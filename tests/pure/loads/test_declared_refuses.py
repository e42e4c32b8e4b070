"""Bad input of a load document, one row each: what is written where, and which field gets which code.

Sources: common practice for what people mistype; the number forms are those RFC 8259 allows or a hand is
likely to type.
"""

from decimal import Decimal
from typing import Any

import pytest

from loads.balance.declared import read_load
from loads.balance.outline import read_outline
from records.refusal import Invalid, Unreadable
from records.strict_json import read
from tests.pure.loads.making import load, twin

GONE = object()
LB = {"value": 100, "unit": "lb"}
P0, P1, C0, I0 = "/passengers/0", "/passengers/1", "/crew/0", "/items/0"
START, STUCK = "/fuel/at_engine_start", "/fuel/not_usable"
LEFT = f"{START}/LEFT-MAIN"


def passenger(**changes: Any) -> dict[str, Any]:
    made = {"name": "N. Brandl", "seat": "ROW2-L", "weight": {"value": 160, "unit": "lb"}, "how": "weighed"}
    return {**made, **changes}


# where it is written, what is written, which field is named, which code
ROWS: list[tuple[str, Any, str, str]] = [
    # the document
    ("/colour", "blue", "/colour", "unknown-field"),
    ("/schema", "tarebook.load/2", "/schema", "choice"),
    ("/schema", GONE, "/schema", "missing"),
    ("/aircraft", GONE, "/aircraft", "missing"),
    ("/aircraft", "", "/aircraft", "empty"),
    ("/aircraft", " ", "/aircraft", "empty"),
    ("/aircraft", "Q9-KTB ", "/aircraft", "untrimmed"),
    ("/aircraft", "Q9\u0000KTB", "/aircraft", "control-character"),
    ("/aircraft", "Q9\nKTB", "/aircraft", "control-character"),
    ("/aircraft", "Q9\u202eKTB", "/aircraft", "control-character"),
    ("/aircraft", "Q9\u2028KTB", "/aircraft", "control-character"),
    ("/aircraft", "Q" * 65, "/aircraft", "too-long"),
    ("/aircraft", 9, "/aircraft", "text-form"),
    ("/aircraft", None, "/aircraft", "text-form"),
    ("/aircraft", ["Q9-KTB"], "/aircraft", "text-form"),
    ("/configuration", "nine-seat", "/configuration", "unknown-configuration"),
    ("/configuration", 6, "/configuration", "text-form"),
    # the flight
    ("/flight", "KT-214", "/flight", "object-form"),
    ("/flight", GONE, "/flight", "missing"),
    ("/flight/reference", GONE, "/flight/reference", "missing"),
    ("/flight/leg", 0, "/flight/leg", "out-of-range"),
    ("/flight/leg", -1, "/flight/leg", "out-of-range"),
    ("/flight/leg", 10**14, "/flight/leg", "out-of-range"),
    ("/flight/leg", "1", "/flight/leg", "number-form"),
    ("/flight/leg", True, "/flight/leg", "number-form"),
    ("/flight/leg", Decimal("1.0"), "/flight/leg", "number-form"),
    ("/flight/departure", "2026-12-01T08:30:00", "/flight/departure", "offset-missing"),
    ("/flight/departure", "2026-12-01", "/flight/departure", "time-form"),
    ("/flight/departure", "01.12.2026 08:30", "/flight/departure", "time-form"),
    ("/flight/departure", "2026-13-01T08:30:00Z", "/flight/departure", "time-form"),
    ("/flight/departure", "2026-02-30T08:30:00Z", "/flight/departure", "time-form"),
    ("/flight/departure", "2026-12-01T08:30:00+99:00", "/flight/departure", "time-form"),
    ("/flight/departure", "0226-12-01T08:30:00Z", "/flight/departure", "implausible"),
    ("/flight/departure", "\u0662026-12-01T08:30:00Z", "/flight/departure", "time-form"),
    ("/flight/departure", 1796113800, "/flight/departure", "text-form"),
    ("/flight/origin", "X" * 81, "/flight/origin", "too-long"),
    # persons
    ("/persons_on_board", 5, "/persons_on_board", "persons-mismatch"),
    ("/persons_on_board", 3, "/persons_on_board", "persons-mismatch"),
    ("/persons_on_board", 0, "/persons_on_board", "out-of-range"),
    ("/persons_on_board", "4", "/persons_on_board", "number-form"),
    ("/persons_on_board", GONE, "/persons_on_board", "missing"),
    # crew
    ("/crew", [], "/crew", "pilot-in-command-count"),
    ("/crew", [], "/crew", "too-few-crew"),
    ("/crew", {}, "/crew", "list-form"),
    ("/crew", [7], "/crew/0", "object-form"),
    ("/crew", [{}] * 61, "/crew", "too-many"),
    (f"{C0}/position", "co-pilot", "/crew", "pilot-in-command-count"),
    (f"{C0}/position", GONE, f"{C0}/position", "missing"),
    (f"{C0}/weight", GONE, f"{C0}/weight", "missing"),
    (f"{C0}/name", "X" * 121, f"{C0}/name", "too-long"),
    (f"{C0}/person", 7, f"{C0}/person", "text-form"),
    (f"{C0}/lap_infant", {"name": "B. Amani"}, f"{C0}/lap_infant", "unknown-field"),
    # who sits where
    (f"{P0}/seat", "ROW9-L", f"{P0}/seat", "unknown-seat"),
    (f"{P0}/seat", "AFT-HOLD", f"{P0}/seat", "unknown-seat"),
    (f"{P0}/seat", "row1-l", f"{P0}/seat", "unknown-seat"),
    (f"{P0}/seat", "ROW1-R", f"{P1}/seat", "seat-taken"),
    (f"{P0}/seat", "COCKPIT-L", f"{P0}/seat", "seat-serves-others"),
    (f"{C0}/seat", "ROW2-L", f"{C0}/seat", "seat-serves-others"),
    ("/configuration", "freight", f"{P0}/seat", "seat-not-in-configuration"),
    (f"{P0}/name", "R. Amani", f"{P0}/name", "person-twice"),
    (f"{P0}/name", "m.  dravo", f"{P1}/name", "person-twice"),
    (f"{P1}/lap_infant/name", "L. Osei", f"{P1}/lap_infant/name", "person-twice"),
    # how heavy
    (f"{P0}/weight", GONE, f"{P0}/weight", "missing"),
    (f"{P0}/weight", 176, f"{P0}/weight", "quantity-form"),
    (f"{P0}/weight", {"value": 176}, f"{P0}/weight/unit", "unit-missing"),
    (f"{P0}/weight", {"unit": "lb"}, f"{P0}/weight/value", "missing"),
    (f"{P0}/weight/unit", "in", f"{P0}/weight/unit", "unit-dimension"),
    (f"{P0}/weight/unit", "LB", f"{P0}/weight/unit", "unit-unknown"),
    (f"{P0}/weight/unit", "stone", f"{P0}/weight/unit", "unit-unknown"),
    (f"{P0}/weight/unit", None, f"{P0}/weight/unit", "unit-missing"),
    (f"{P0}/weight/about", True, f"{P0}/weight/about", "unknown-field"),
    (f"{P0}/weight/value", -176, f"{P0}/weight/value", "negative"),
    (f"{P0}/weight/value", 0, f"{P0}/weight/value", "zero"),
    (f"{P0}/weight/value", "-0", f"{P0}/weight/value", "zero"),
    (f"{P0}/weight/value", "176 ", f"{P0}/weight/value", "number-form"),
    (f"{P0}/weight/value", "176,5", f"{P0}/weight/value", "number-form"),
    (f"{P0}/weight/value", "1e3", f"{P0}/weight/value", "number-form"),
    (f"{P0}/weight/value", "NaN", f"{P0}/weight/value", "number-form"),
    (f"{P0}/weight/value", "Infinity", f"{P0}/weight/value", "number-form"),
    (f"{P0}/weight/value", Decimal("NaN"), f"{P0}/weight/value", "number-form"),
    (f"{P0}/weight/value", Decimal("1E+3"), f"{P0}/weight/value", "number-form"),
    (f"{P0}/weight/value", "0x10", f"{P0}/weight/value", "number-form"),
    (f"{P0}/weight/value", "\u0661\u0667\u0666", f"{P0}/weight/value", "number-form"),
    (f"{P0}/weight/value", "1_000", f"{P0}/weight/value", "number-form"),
    (f"{P0}/weight/value", "", f"{P0}/weight/value", "number-form"),
    (f"{P0}/weight/value", True, f"{P0}/weight/value", "number-form"),
    (f"{P0}/weight/value", [], f"{P0}/weight/value", "number-form"),
    (f"{P0}/weight/value", 1234567890123456, f"{P0}/weight/value", "number-digits"),
    (f"{P0}/weight/value", "0." + "1" * 16, f"{P0}/weight/value", "number-digits"),
    (f"{P0}/weight", {"value": 1760, "unit": "lb"}, f"{P0}/weight", "implausible"),
    (f"{P0}/weight", {"value": "19.99", "unit": "kg"}, f"{P0}/weight", "implausible"),
    (f"{P0}/weight", {"value": "250.01", "unit": "kg"}, f"{P0}/weight", "implausible"),
    (f"{P0}/how", "guessed", f"{P0}/how", "choice"),
    (f"{P0}/how", GONE, f"{P0}/how", "missing"),
    (f"{P0}/how", "standard", f"{P0}/weight", "weight-with-standard"),
    (f"{P0}/how", "standard", f"{P0}/category", "missing"),
    # lap infants
    (f"{P1}/lap_infant", "I. Dravo", f"{P1}/lap_infant", "object-form"),
    (f"{P1}/lap_infant/weight", GONE, f"{P1}/lap_infant/weight", "missing"),
    (f"{P1}/lap_infant/how", GONE, f"{P1}/lap_infant/how", "missing"),
    (f"{P1}/lap_infant/how", "standard", f"{P1}/lap_infant/how", "choice"),
    (f"{P1}/lap_infant/weight/value", 90, f"{P1}/lap_infant/weight", "implausible"),
    (f"{P1}/lap_infant/seat", "ROW2-L", f"{P1}/lap_infant/seat", "unknown-field"),
    (P1, passenger(how="standard", category="adult", lap_infant={"name": "I. Dravo", "how": "weighed"}),
     f"{P1}/lap_infant/how", "weight-with-standard"),
    # items
    ("/items", GONE, "/items", "missing"),
    ("/items", "none", "/items", "list-form"),
    ("/items", [{}] * 401, "/items", "too-many"),
    (f"{I0}/kind", "luggage", f"{I0}/kind", "choice"),
    (f"{I0}/what", "", f"{I0}/what", "empty"),
    (f"{I0}/what", "x" * 121, f"{I0}/what", "too-long"),
    (f"{I0}/what", "bag\u0007", f"{I0}/what", "control-character"),
    (f"{I0}/place", "ROOF", f"{I0}/place", "unknown-place"),
    (f"{I0}/place", "ROW1-L", f"{I0}/place", "unknown-place"),
    (f"{I0}/weight", GONE, f"{I0}/weight", "missing"),
    (f"{I0}/weight/value", 0, f"{I0}/weight/value", "zero"),
    (f"{I0}/weight/value", -120, f"{I0}/weight/value", "negative"),
    (f"{I0}/how", "standard", f"{I0}/weight", "weight-with-standard"),
    (f"{I0}/removed", True, f"{I0}/removed", "removed-not-equipment"),
    (f"{I0}/removed", "yes", f"{I0}/removed", "flag-form"),
    # fuel
    ("/fuel", GONE, "/fuel", "missing"),
    ("/fuel/density", GONE, "/fuel/density", "missing"),
    ("/fuel/density/source", GONE, "/fuel/density/source", "missing"),
    ("/fuel/density/source", "", "/fuel/density/source", "empty"),
    ("/fuel/density/source", 4471, "/fuel/density/source", "text-form"),
    ("/fuel/density/unit", "lb", "/fuel/density/unit", "unit-dimension"),
    ("/fuel/density/unit", "lb/gal", "/fuel/density/unit", "unit-unknown"),
    ("/fuel/density/unit", "kg/l", "/fuel/density", "implausible"),
    ("/fuel/density/value", 0, "/fuel/density/value", "zero"),
    ("/fuel/density/value", "67", "/fuel/density", "implausible"),
    ("/fuel/at_engine_start", GONE, "/fuel/at_engine_start", "missing"),
    ("/fuel/at_engine_start", [], "/fuel/at_engine_start", "object-form"),
    (LEFT, GONE, LEFT, "missing"),
    (LEFT, 50, LEFT, "quantity-form"),
    (f"{START}/TIP", {"value": 5, "unit": "US gal"}, f"{START}/TIP", "unknown-tank"),
    (f"{STUCK}/TIP", {"value": 5, "unit": "US gal"}, f"{STUCK}/TIP", "unknown-tank"),
    (f"{STUCK}/LEFT-MAIN", {"value": "10.1", "unit": "US gal"}, f"{STUCK}/LEFT-MAIN", "over-capacity"),
    (f"{STUCK}/LEFT-MAIN", {"value": -1, "unit": "lb"}, f"{STUCK}/LEFT-MAIN/value", "negative"),
    (f"{LEFT}/value", "60.001", LEFT, "over-capacity"),
    (LEFT, {"value": 361, "unit": "lb"}, LEFT, "over-capacity"),
    (f"{LEFT}/value", -1, f"{LEFT}/value", "negative"),
    (f"{LEFT}/unit", "gal", f"{LEFT}/unit", "unit-unknown"),
    (f"{LEFT}/unit", "in", f"{LEFT}/unit", "unit-dimension"),
    ("/fuel/taxi", GONE, "/fuel/taxi", "missing"),
    ("/fuel/taxi/value", -1, "/fuel/taxi/value", "negative"),
    ("/fuel/taxi/value", 601, "/fuel/taxi", "burn-exceeds-fuel"),
    ("/fuel/trip/value", 0, "/fuel/trip/value", "zero"),
    ("/fuel/trip/value", "756.001", "/fuel/trip", "burn-exceeds-fuel"),
    ("/fuel/trip", {"value": 127, "unit": "US gal"}, "/fuel/trip", "burn-exceeds-fuel"),
    ("/fuel/minimum_at_landing", GONE, "/fuel/minimum_at_landing", "missing"),
    ("/fuel/minimum_at_landing/value", 0, "/fuel/minimum_at_landing/value", "zero"),
    ("/fuel/reserve", LB, "/fuel/reserve", "unknown-field"),
    # stated limits
    ("/limits", [{}] * 21, "/limits", "too-many"),
    ("/limits/0/at", "ramp", "/limits/0/at", "choice"),
    ("/limits/0/source", GONE, "/limits/0/source", "missing"),
    ("/limits/0/weight/value", 0, "/limits/0/weight/value", "zero"),
    ("/limits/0/weight/unit", "US gal", "/limits/0/weight/unit", "unit-dimension"),
]  # fmt: skip


def written(path: str, value: Any) -> dict[str, Any]:
    """A sound load with one thing written at a path, or taken out."""
    document = load()
    *way, last = path.strip("/").split("/")
    spot: Any = document
    for part in way:
        spot = spot[int(part)] if isinstance(spot, list) else spot[part]
    key = int(last) if isinstance(spot, list) else last
    if value is GONE:
        del spot[key]
    else:
        spot[key] = value
    return document


@pytest.mark.parametrize(("path", "value", "pointer", "code"), ROWS)
def test_a_fault_is_named_with_its_field_and_its_code(path, value, pointer, code):
    document = written(path, value)

    with pytest.raises(Invalid) as refused:
        read_load(document, twin())

    found = {(fault.pointer, fault.code) for fault in refused.value.faults}
    assert (pointer, code) in found
    assert all(fault.detail for fault in refused.value.faults)


def test_a_sound_load_is_read_and_the_table_changes_nothing_else():
    read_load(load(), twin())
    changed = [path for path, *_ in ROWS]

    assert len(changed) > 140


@pytest.mark.parametrize("document", [None, [], "load", 7, True])
def test_what_is_no_object_is_refused_as_a_whole(document):
    with pytest.raises(Invalid) as refused:
        read_load(document, twin())
    assert refused.value.faults[0].pointer == ""
    with pytest.raises(Invalid):
        read_outline(document)


def test_all_faults_are_named_at_once():
    document = written(f"{P0}/weight/unit", "in")
    document["fuel"]["taxi"]["value"] = "NaN"
    document["flight"]["departure"] = "tomorrow"
    del document["items"][0]["how"]

    with pytest.raises(Invalid) as refused:
        read_load(document, twin())

    assert {fault.pointer for fault in refused.value.faults} == {
        f"{P0}/weight/unit",
        "/fuel/taxi/value",
        "/flight/departure",
        f"{I0}/how",
    }


def test_a_flood_of_faults_is_cut():
    document = load(items=[{"strange": 1}] * 400)

    with pytest.raises(Invalid) as refused:
        read_load(document, twin())

    assert len(refused.value.faults) == 100


def test_a_flood_of_names_is_not_sent_back():
    document = load(**{"x" * 100_000: 1})

    with pytest.raises(Invalid) as refused:
        read_load(document, twin())

    assert len(refused.value.faults[0].pointer) < 200


def test_no_personal_name_stands_in_a_fault():
    document = load()
    document["passengers"][0]["name"] = "M. Dravo"
    document["passengers"][0]["seat"] = "ROW1-R"

    with pytest.raises(Invalid) as refused:
        read_load(document, twin())

    assert len(refused.value.faults) == 2
    assert not any("Dravo" in fault.detail for fault in refused.value.faults)


@pytest.mark.parametrize("body", [b'{"value": 1e9999999}', b'{"value": NaN}', b'{"a": 1, "a": 2}'])
def test_what_no_strict_reader_takes_never_reaches_the_load(body):
    with pytest.raises(Unreadable):
        read(body)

---*---

The entries above hold the needed span. Transcribe exactly the lines from the one with "spot: Any = document" to the one with "document = written(path, value)", both included.

**Finished exercise**
    spot: Any = document
    for part in way:
        spot = spot[int(part)] if isinstance(spot, list) else spot[part]
    key = int(last) if isinstance(spot, list) else last
    if value is GONE:
        del spot[key]
    else:
        spot[key] = value
    return document


@pytest.mark.parametrize(("path", "value", "pointer", "code"), ROWS)
def test_a_fault_is_named_with_its_field_and_its_code(path, value, pointer, code):
    document = written(path, value)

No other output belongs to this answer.